ひるは洞穴内にかくれ、夜間行動した。勝つためではない。すこしでも敵の進撃を遅らせるためだ。われわれは、強力な友軍の救援を夢見ていた。それが希望だった。いつ義援軍がやってくるか、そのあても見当もなかったが―

照明弾が、戦死体の顔を青黒く照らし出す。負傷兵の顔も死体の顔と同じように青い。死期の迫っているのがわかる。

「この傷では、とても生きてゆけない。おれは自決する、腰から手リュウ弾をとってくれ」

小松上等兵が叫んだ。自決する兵隊は、たいてい、ガスエソにかかっている。足がブクブクにはれあがり、痛みをうったえる。

「あぶないから、お前たちは穴の中にはいれ」

小松は叫び、私(佐藤)のとってやった手リュウ弾を発火、自爆した。私(佐藤)は、たのまれるまま、平然と手リュウ弾を手渡した自分が情けなかった。

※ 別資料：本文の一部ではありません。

describe('applyOps (path text printed once, at the end)', () => {
  const base = applyOps(demoPattern(), [{ op: 'blend', levels: [{ level: 'waist', size: '4' }, { level: 'knee', size: '10' }] }]).pattern;
  const op = fc.oneof(
    fc.record({ op: fc.constant('lengthen'), line: fc.constantFrom('upper leg', 'lower leg'), amount: fc.double({ min: -80, max: 80, noNaN: true }) }),
    fc.record({ op: fc.constant('rise'), line: fc.constant('rise'), amount: fc.double({ min: -30, max: 60, noNaN: true }) }),
    fc.record({ op: fc.constant('girth'), edge: fc.constantFrom('side-seam', 'inseam'), level: fc.constantFrom('hip', 'thigh', 'knee', 'waist'), amount: fc.double({ min: -30, max: 30, noNaN: true }) }),
    fc.record({ op: fc.constant('shrinkage'), lengthwise: fc.double({ min: -5, max: 10, noNaN: true }), crosswise: fc.double({ min: -5, max: 10, noNaN: true }) }),
    fc.record({ op: fc.constant('seam-allowance'), width: fc.double({ min: 0, max: 25, noNaN: true }) }),
  );

  it('gives exactly what performing the operations one by one gives, text and all, or the same refusal', () => {
    fc.assert(
      fc.property(fc.array(op, { minLength: 1, maxLength: 4 }), (ops) => {
        let stepwise: string;
        try {
          let current = base;
          const cautions: unknown[] = [];
          ops.forEach((o, index) => {
            const r = performOp(current, o);
            current = r.pattern;
            for (const c of r.cautions) cautions.push({ ...c, op: index });
          });
          stepwise = JSON.stringify({ pattern: current, cautions });
        } catch (error) {
          stepwise = `refused: ${(error as Error).message}`;
        }
        let replayed: string;
        try {
          replayed = JSON.stringify(applyOps(base, ops));
        } catch (error) {
          replayed = `refused: ${(error as Error).message}`;
        }
        if (stepwise.startsWith('refused')) expect(replayed.startsWith('refused')).toBe(true);
        else expect(replayed).toBe(stepwise);
        // every path in the result is real path data
        if (!replayed.startsWith('refused')) parsePattern(JSON.parse(replayed).pattern);
      }),
      { numRuns: 15 },
    );
  });

  it('refuses text that looks like its own placeholder as unreadable path data, as before', () => {
    const bad = { ...base, pieces: base.pieces.map((p, i) => (i === 0 ? { ...p, lines: p.lines.map((l) => (l.role === 'grain' ? { ...l, d: '\u0000path:1:0' } : l)) } : p)) };
    expect(() => applyOps(bad, [{ op: 'shrinkage', lengthwise: 3, crosswise: 2 }])).toThrow(/path data/);
  });
});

こうして死んでゆく戦友の叫び声と、手リュウ弾のサク裂音が、あちこちでひびいた。

死は、また、音もなくしのび寄ってきた。砲撃のない静かな夜。ふと目をさます。からだがだるい。あたりでは、みんながよく眠っている。急に死の不安におそわれる。となりの戦友をゆり起こす。いくらゆさぶっても起きない。からだが硬直している。死体になっていた。

軍司令部は、摩文仁へ後退をはじめた(五月二十八日、豪雨の中)重傷兵たちが、たがいに抱きあい、すがりあって進む。ドロの中をはっている者、岩にすがって進む者など、大勢の重傷兵で、地獄絵のような光景だ。

菅原一等兵は、遂に与座で息絶えた。警官だったという彼は、よくビンタをとられていたが―。長田兵長は、失明してはいまわり、葛城中尉は高須賀上等兵といっしょに負傷したが、当番兵の銃剣で自決した。